Rethinking and Benchmarking Large Language Models for Graph Reasoning

TL;DR

The work tackles a gap in evaluating and advancing LLMs for graph reasoning by revealing shortcomings in language-based and code-augmented approaches and by constructing a more challenging GraphAlgorithm benchmark. It introduces Simple-RTC, a reasoning-then-coding framework that decouples problem understanding and algorithm design from implementation, guiding LLMs to first design graph algorithms and then code solutions. Across extensive experiments, Simple-RTC achieves near-perfect performance on existing benchmarks and substantially outperforms prior methods on GraphAlgorithm, especially on unseen and NP-hard tasks, while exposing efficiency trade-offs and the value of code reuse. The findings emphasize the need for harder, more realistic benchmarks and suggest that focusing on algorithm design within LLMs can unlock significant gains in graph reasoning applications.

Abstract

Large Language Models (LLMs) for Graph Reasoning have been extensively studied over the past two years, involving enabling LLMs to understand graph structures and reason on graphs to solve various graph problems, with graph algorithm problems being the most prevalent. Recent studies underscore the potential of LLMs in handling graph reasoning tasks, but their performance is underwhelming. In this work, we point out issues with existing methods and benchmarks, and rethink the direction that LLMs for graph reasoning should strive toward. We find that base models, e.g., GPT-4o-mini, are largely underestimated due to improper reasoning focus. Base models with reasoning focus redirected from replicating graph algorithms to designing them can easily solve most graph reasoning tasks in existing benchmarks.

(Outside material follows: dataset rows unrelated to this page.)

/// Run the suite; Ok(true) when every check passed.
fn run(cli: Cli) -> Result<bool> {
    let started = Instant::now();
    let root = Path::new(env!("CARGO_MANIFEST_DIR")).join("validation");
    let references_path = cli
        .references
        .clone()
        .unwrap_or_else(|| root.join("references.toml"));
    let cases_dir = references_path
        .parent()
        .unwrap_or_else(|| Path::new("."))
        .join("cases");
    let out_dir = cli.out.clone().unwrap_or_else(|| {
        root.join(if cli.quick {
            "results-quick"
        } else {
            "results"
        })
    });

    let text = std::fs::read_to_string(&references_path)
        .with_context(|| format!("cannot read {}", references_path.display()))?;
    let file: ReferencesFile = toml::from_str(&text).map_err(|e| {
        anyhow!(
            "{}: {}",
            references_path.display(),
            e.to_string().replace('\n', " ").trim()
        )
    })?;
    let specs = select(file.check, &cli.only)?;
    let prepared = prepare(specs, &cases_dir, cli.quick)?;

    let threads = rayon::current_num_threads();
    let machine_threads = std::thread::available_parallelism()
        .map(|n| n.get())
        .unwrap_or(threads);
    let runs_needed: Vec<&String> = {
        let mut keys: Vec<&String> = Vec::new();
        for p in &prepared {
            if let Some(k) = &p.run_key {
                if !keys.contains(&k) {
                    keys.push(k);
                }
            }
        }
        keys
    };
    eprintln!(
        "validate: {} check(s), {} simulation(s), {} thread(s){}; references {}",
        prepared.len(),
        runs_needed.len(),
        threads,
        if cli.quick {
            ", quick mode (target_uncertainty 0.01, 20 000 molecules)"
        } else {
            ""
        },
        references_path.display()
    );

    let mut runs: Vec<RunRecord> = Vec::new();
    let mut run_index: BTreeMap<String, usize> = BTreeMap::new();
    let mut results = Vec::new();
    for (i, p) in prepared.iter().enumerate() {
        let run_id = match &p.run_key {
            None => None,
            Some(key) => Some(match run_index.get(key) {
                Some(&id) => id,
                None => {
                    let id = runs.len();
                    eprintln!(
                        "[{}/{}] run {}: {}{}",
                        id + 1,
                        runs_needed.len(),
                        id + 1,
                        p.spec.case,
                        describe_set(&p.spec.set)
                    );
                    let rec = simulate(id, p, threads)?;
                    eprintln!(
                        "      done in {:.1} s: W = {:.5} ± {:.5}, {} steps, {}",
                        rec.wall_time_s,
                        rec.summary.flow.reduced_flow_rate,
                        rec.summary.flow.reduced_flow_rate_ci95,
                        rec.summary.run.steps,
                        rec.summary.run.stop_reason_text
                    );
                    run_index.insert(key.clone(), id);
                    runs.push(rec);
                    id
                }
            }),
        };
        let r = evaluate(p, run_id.map(|id| &runs[id]), cli.quick)?;
        eprintln!(
            "  check {}/{} {}: {} = {} vs {} ({:+.3} %) {}",
            i + 1,
            prepared.len(),
            r.name,
            r.quantity,
            fmt_value(r.value, r.half_width_95),
            fmt_num(r.reference),
            100.0 * r.deviation_relative,
            if r.pass { "PASS" } else { "FAIL" }
        );
        results.push(r);
    }

    let total = started.elapsed().as_secs_f64();
    let passed = results.iter().filter(|r| r.pass).count();
    let failed = results.len() - passed;
    let header = Header {
        generated_utc: utc_now(),
        commit: git_commit(&root),
        machine_threads,
        rayon_threads: threads,
        quick: cli.quick,
        references_file: references_path.display().to_string(),
        total_wall_time_s: total,
    };

    std::fs::create_dir_all(&out_dir)
        .with_context(|| format!("cannot create {}", out_dir.display()))?;
    let report = render_report(&header, &results, &runs);
    kinflux::output::write_atomic(&out_dir.join("report.md"), report.as_bytes())?;
    let json = ResultsFile {
        generated_utc: header.generated_utc.clone(),
        commit: header.commit.clone(),
        kinflux_version: env!("CARGO_PKG_VERSION"),
        machine_threads,
        rayon_threads: threads,
        quick: cli.quick,
        references_file: header.references_file.clone(),
        total_wall_time_s: total,
        checks_total: results.len(),
        checks_passed: passed,
        checks_failed: failed,
        checks: &results,
        runs: &runs,
    };
    kinflux::output::write_json(&out_dir.join("results.json"), &json)?;
    eprintln!(
        "validate: {passed} of {} check(s) passed, {failed} failed, {:.1} s; wrote {} and {}",
        results.len(),
        total,
        out_dir.join("report.md").display(),
        out_dir.join("results.json").display()
    );
    Ok(failed == 0)
}
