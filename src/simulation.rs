//! The step loop: one simulation of one case, stage by stage.
//!
//! A step is a readable list of stages: move (wall hits, aperture counting, radial
//! reweighting; in free-molecular mode each chunk's survivors are compacted to its start, in
//! DSMC mode each molecule's sort key is written) → close the gaps between chunks
//! (free-molecular mode) → inject from the reservoirs → release delayed clones → sort by cell
//! (DSMC mode; the sort also drops the molecules that left) → collide → record the flux →
//! sample the fields (after start-up). The move runs in parallel over fixed
//! chunks of [`CHUNK`] molecules, the collisions and the sampling over fixed blocks of cells,
//! each work unit with its own random stream keyed by (seed, step, stage, unit); results are
//! merged in unit order, so a run is bit-identical for any number of threads. The sort is a
//! stable counting sort, whose result is unique however it is split between threads. The
//! parallel stages run on the simulation's [`Crew`], whose workers stay awake between stages.
//! Buffers that scale with the molecules (sort keys, one spare column per element type,
//! partial field sums) live in the simulation and are reused from step to
//! step. Invariants: after every step
//! no molecule lies inside a wall or outside the domain, and the particle balance
//! `initial + injected + released − left − deleted = population` holds exactly.

use crate::collide::{collide_cell, CellMolecules, CollisionStats, Scratch};
use crate::crew::Crew;
use crate::flux::{Crossings, FluxHistory};
use crate::geometry::SurfaceRole;
use crate::monitor::{batch_means, BatchEstimate, StopReason};
use crate::mover::{advance, Fate, Flight};
use crate::numerics::{Plan, CHUNK};
use crate::particles::{make_room, Molecules, Stored, DEAD};
use crate::sample::FieldSampler;
use crate::streams::{stream, Stage};
use crate::weights::{CloneQueue, CLONE_DELAY_MAX};
use rand::Rng;
use std::time::{Duration, Instant};

/// Cells per collision and sampling work block (fixed, so results do not depend on the thread
/// count).
pub const CELL_BLOCK: usize = 64;

/// Molecules per work block of the free-molecular field sampling (fixed, like [`CHUNK`]; each
/// block has partial sums over all cells, so blocks are larger than the move's chunks).
pub const SAMPLE_BLOCK: usize = 4 * CHUNK;
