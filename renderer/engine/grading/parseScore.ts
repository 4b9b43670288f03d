/**
 * Score cell parsing: spreadsheet cell → typed Score, before any arithmetic.
 *
 * Accepted forms (cell text trimmed first):
 *   - a state token (excused / missing / pending), matched trimmed and case-insensitively;
 *     a blank cell is whatever state lists the empty token, and `missing` when none does;
 *   - a non-negative number: `17`, `7.5`, `7,5` (decimal comma), `1 234,5` / `1.234,5` /
 *     `1,234.5` / `1'234.5` (grouped thousands, accepted only where the reading is unambiguous);
 *   - a fraction `a/b` → a ÷ b × possible (`18/20` on a 10-point item is 9 points);
 *   - a percent `p%` → p ÷ 100 × possible.
 * A lone comma followed by exactly three digits (`1,234`) is refused: it reads as 1234 in some
 * locales and 1.234 in others. A lone dot is always the decimal point (`1.234` = 1.234).
 * Negative numbers are refused (a mark below zero is a typing error far more often than a rule).
 *
 * Source: decimal comma and digit grouping conventions — ISO 80000-1:2009 §7.3.1 (space grouping,
 * comma or point as decimal sign) and common spreadsheet practice (point/comma/apostrophe
 * grouping) — common practice.
 */
import type { Score } from '../model';

/**
 * Cell text tokens that mean each non-numeric state (the bridge contract re-exports this type).
 */
export interface ScoreTokens {
  readonly excused: readonly string[];
  readonly missing: readonly string[];
  readonly pending: readonly string[];
}

/**
 * Defaults. `P` is deliberately not a pending token: in many gradebooks `P` means "pass".
 * Dashes cover the hyphen and the en/em dashes that spreadsheet autocorrect produces.
 */
export const DEFAULT_TOKENS: ScoreTokens = {
  excused: ['EX', 'excused', 'exc'],
  missing: ['', '-', '–', '—', 'missing', 'M'],
  pending: ['pending', 'TBD'],
};

export type ParseScoreResult = { ok: true; score: Score } | { ok: false; message: string };

const GROUP_SPACES = /[ \u00a0\u202f\u2009]/;

/**
 * Parse one cell. `possible` (> 0) is needed only to scale fractions and percents.
 * The message on failure says what was seen and what is accepted; the caller adds the place.
 */
export function parseScore(
  cell: string | number | null | undefined,
  possible: number,
  tokens: ScoreTokens,
): ParseScoreResult {
  return readCell(cell, possible, tokens, tableFor(tokens), true);
}

/**
 * The token table of the lists `parseScore` was last called with (the layout detection calls it
 * for thousands of cells with the same lists): rebuilt whenever a list or a word in it is not the
 * one it was built from, so a change to the lists is always seen.
 */
let lastTable: { readonly tokens: ScoreTokens; readonly words: ScoreTokens; readonly table: TokenTable } | null = null;

function tableFor(tokens: ScoreTokens): TokenTable {
  const last = lastTable;
  if (last !== null && last.tokens === tokens && sameList(tokens.excused, last.words.excused) && sameList(tokens.missing, last.words.missing) && sameList(tokens.pending, last.words.pending)) {
    return last.table;
  }
  const words: ScoreTokens = { excused: [...tokens.excused], missing: [...tokens.missing], pending: [...tokens.pending] };
  const table = tokenTable(words);
  lastTable = { tokens, words, table };
  return table;
}

function sameList(list: readonly string[], copy: readonly string[]): boolean {
  if (list.length !== copy.length) return false;
  for (let i = 0; i < list.length; i++) if (list[i] !== copy[i]) return false;
  return true;
}

/** `parseScore` with the token lists fixed: what an import calls once per cell. */
export type ScoreReader = (cell: string | number | null | undefined, possible: number) => ParseScoreResult;

/**
 * A `parseScore` for many cells with the same tokens: the token lists are looked up in a table
 * built here once (they are read now; a later change to them is not seen), instead of being
 * trimmed and lower-cased again for every cell. Same results as `parseScore`.
 *
 * A column holds few distinct values (17, 17.5, EX …), so results that do not depend on
 * `possible` (numbers, and text without "%" or "/") are remembered, up to MEMO_LIMIT of them, and
 * handed out again: they are frozen and shared, as every Score is read-only. Plain decimal text
 * ("17", "7.5") is recognised by its digits and looked up by their value, without hashing the text.
 */
export function scoreReader(tokens: ScoreTokens): ScoreReader {
  const table = tokenTable(tokens);
  const memo = new Map<string | number, ParseScoreResult>();
  // Indexed by plainDigitsCode: a dense array for values below 1000 (every usual score), a Map above.
  const smallDigits: (ParseScoreResult | undefined)[] = new Array<ParseScoreResult | undefined>(SMALL_CODES).fill(undefined);
  const byDigits = new Map<number, ParseScoreResult>();
  // A token spelled like a number ("0" for missing) must win over the number: no shortcut then.
  let digitsShortcut = true;
  for (const key of table.keys()) if (plainDecimal(key) !== null) digitsShortcut = false;
  const blank = frozen(readCell('', 1, tokens, table, true));
  return (cell, possible) => {
    if (cell === null || cell === undefined || cell === '') return blank;
    if (digitsShortcut && typeof cell === 'string') {
      const code = plainDigitsCode(cell);
      if (code >= 0 && code < SMALL_CODES) {
        const known = smallDigits[code];
        if (known !== undefined) return known;
        const result = frozen(readCell(cell, possible, tokens, table, true));
        smallDigits[code] = result;
        return result;
      }
      if (code >= 0) {
        const known = byDigits.get(code);
        if (known !== undefined) return known;
        const result = frozen(readCell(cell, possible, tokens, table, true));
        if (byDigits.size < MEMO_LIMIT) byDigits.set(code, result);
        return result;
      }
    }
    const known = memo.get(cell);
    if (known !== undefined) return known;
    const result = readCell(cell, possible, tokens, table, true);
    if (memo.size >= MEMO_LIMIT || (typeof cell === 'string' && (cell.includes('%') || cell.includes('/')))) return result;
    const shared = frozen(result);
    memo.set(cell, shared);
    return shared;
  };
}
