interface LongTask {
  readonly start: number;
  readonly duration: number;
}

/** Installed once per page; see the file comment for the definitions. */
const PROBE = String.raw`(() => {
  if (window.__wbBench) return window.__wbBench.longTaskSupported;
  const afterPaint = () => new Promise((resolve) => requestAnimationFrame(() => {
    const ch = new MessageChannel();
    ch.port1.onmessage = () => resolve(performance.now());
    ch.port2.postMessage(null);
  }));
  const longTasks = [];
  const longTaskSupported = PerformanceObserver.supportedEntryTypes.includes('longtask');
  if (longTaskSupported) {
    new PerformanceObserver((list) => {
      for (const e of list.getEntries()) longTasks.push({ start: e.startTime, duration: e.duration });
    }).observe({ type: 'longtask', buffered: true });
  }
  // Charts on screen in a frame, and of those how many are not (yet) drawn for the current inputs:
  // the Sections panel of charts counts as one undrawn chart while its figures are not built.
  const inView = (el) => { const r = el.getBoundingClientRect(); return r.bottom >= 0 && r.top <= innerHeight && r.right >= 0 && r.left <= innerWidth; };
  const chartsOnScreen = () => {
    const hosts = [...document.querySelectorAll('.wb-chart-host')].filter(inView);
    const panel = document.querySelector('section[aria-label="Distribution charts"]');
    const unbuilt = panel !== null && inView(panel) && panel.querySelector('.wb-charts') === null ? 1 : 0;
    return { onScreen: hosts.length, undrawn: hosts.filter((h) => h.getAttribute('data-drawn') !== 'true').length + unbuilt };
  };
  const matches = (c) => {
    const el = document.querySelector(c.selector);
    if (el === null) return false;
    return c.attribute === null ? (el.textContent || '').trim() === c.value : el.getAttribute(c.attribute) === c.value;
  };
  window.__wbBench = {
    longTaskSupported,
    longTasks,
    afterPaint,
    pending: null,
    arm(key, check) {
      window.__wbBench.pending = new Promise((resolve, reject) => {
        const onKey = (e) => {
          if (e.key !== key) return;
          window.removeEventListener('keydown', onKey, true);
          const start = e.timeStamp;
          const marksBefore = performance.getEntriesByName('wb:edit-applied').length;
          const deadline = performance.now() + 900000;
          let frames = 0;
          const loop = async () => {
            for (;;) {
              const t = await afterPaint();
              frames++;
              if (matches(check)) {
                const marks = performance.getEntriesByName('wb:edit-applied');
                const applied = marks.length > marksBefore ? marks[marks.length - 1].startTime : null;
                resolve({ start, end: t, applied, frames, charts: chartsOnScreen() });
                return;
              }
              if (t > deadline) {
                const el = document.querySelector(check.selector);
                reject(new Error('the screen never showed ' + check.value + ' at ' + check.selector + ' (it shows ' +
                  (el === null ? 'nothing' : check.attribute === null ? el.textContent : el.getAttribute(check.attribute)) + ')'));
                return;
              }
            }
          };
          void loop();
        };
        window.addEventListener('keydown', onKey, true);
      });
    },
  };
  return longTaskSupported;
})()`;

interface Check {
  readonly selector: string;
  readonly attribute: string | null;
  readonly value: string;
}

const js = (value: unknown): string => JSON.stringify(value);

async function arm(page: Page, key: string, check: Check): Promise<void> {
  await page.evaluate(`window.__wbBench.arm(${js(key)}, ${js(check)})`);
}

async function settle(page: Page): Promise<Timing> {
  return (await page.evaluate('window.__wbBench.pending')) as Timing;
}

/** The first painted frame with the comparison, the item analysis and all four charts drawn (performance.now()). */
const SECTIONS_COMPLETE = String.raw`(async () => {
  for (;;) {
    const t = await window.__wbBench.afterPaint();
    if (document.querySelector('[data-testid="comparison"]') !== null && document.querySelector('[data-testid="item-analysis"]') !== null &&
      document.querySelectorAll('.wb-chart-host[data-drawn="true"]').length === 4) return t;
  }
})()`;

async function longTasksBetween(page: Page, from: number, to: number): Promise<LongTask[]> {
  const all = (await page.evaluate('window.__wbBench.longTasks')) as LongTask[];
  return all.filter((t) => t.start >= from && t.start <= to);
}

function withWeight(plan: GradingPlan, index: number, weight: number): GradingPlan {
  return { ...plan, categories: plan.categories.map((c, i) => (i === index ? { ...c, weight } : c)) };
}

/** What the screen must show once the plan `plan` is in effect (engine values, never typed in). */
function expectations(book: Gradebook, plan: GradingPlan): { planCheck: Check; sectionsCheck: Check } {
  const stats = sectionStatistics(book, gradeCourse(book, plan).students, { quantileType: 7, measure: { kind: 'final' } });
  if (!stats.course.mean.defined) throw new Error('bench course has no defined mean');
  return {
    planCheck: { selector: '[data-testid="weight-sum"]', attribute: null, value: formatShare(snap15(nominalWeightSum(plan))) },
    sectionsCheck: { selector: '[data-testid="section-statistics"] td[data-stat="mean"][data-section="__course__"]', attribute: 'data-value', value: String(stats.course.mean.value) },
  };
}

/** One course open in one browser session, ready to edit its first category's weight. */
interface Subject {
  readonly label: string;
  readonly session: AppSession;
  readonly project: CourseProject;
  readonly weights: readonly [number, number];
  readonly expect: ReadonlyMap<number, ReturnType<typeof expectations>>;
  current: number;
}

function subject(label: string, session: AppSession, project: CourseProject): Subject {
  const first = project.plan.categories[0];
  if (first === undefined) throw new Error(`${label}: the plan has no category`);
  const weights: [number, number] = [first.weight + 5, first.weight];
  const expect = new Map(weights.map((w) => [w, expectations(project.gradebook, withWeight(project.plan, 0, w))] as const));
  return { label, session, project, weights, expect, current: first.weight };
}

function weightField(s: Subject) {
  return s.session.page.getByRole('textbox', { name: `Weight of ${s.project.plan.categories[0]!.name}`, exact: true });
}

To truly evaluate the graph reasoning capabilities of LLMs, we construct a more challenging GraphAlgorithm benchmark, comprising 239 different graph problems and 3,041 test instances collected from 4 competition platforms. Finally, we introduce a simple and strong baseline Simple-Reasoning-Then-Coding (Simple-RTC)-which guides LLMs to design graph algorithms first and then code to address graph reasoning tasks. Simple-RTC achieves near-perfect accuracy on existing benchmarks and significantly outperforms GPT-4o-mini and all prior methods on the GraphAlgorithm benchmark. This strong baseline encourages further advancements in LLMs for Graph Reasoning in the future.

Paper Structure

This paper contains 56 sections, 2 equations, 5 figures, 12 tables.

Figures (5)

  • Figure 1: Illustration of Language-Based, Code-Augmented methods and our Simple-RTC.
  • Figure 2: The performance of different methods on benchmarks (left) and different tasks within GraphArena, Talk like a Graph, GraphWiz and NLGraph (right). The red bars are the baseline model, GPT-4o-mini (reasoning to replicate graph algorithms), while the golden bars are our proposed Simple-RTC model (reasoning to design graph algorithms), which also uses GPT-4o-mini as the base model. We can see the shift in reasoning focus has led to a comprehensive and significant improvement in performance.
  • Figure 3: The Pipeline of Simple-RTC.
  • Figure 4: Performance comparison between base model (GPT-4o-mini) and Simple-RTC on GraphArena.
  • Figure 5: Performance of Simple-RTC with different base model on GraphAlgorithm.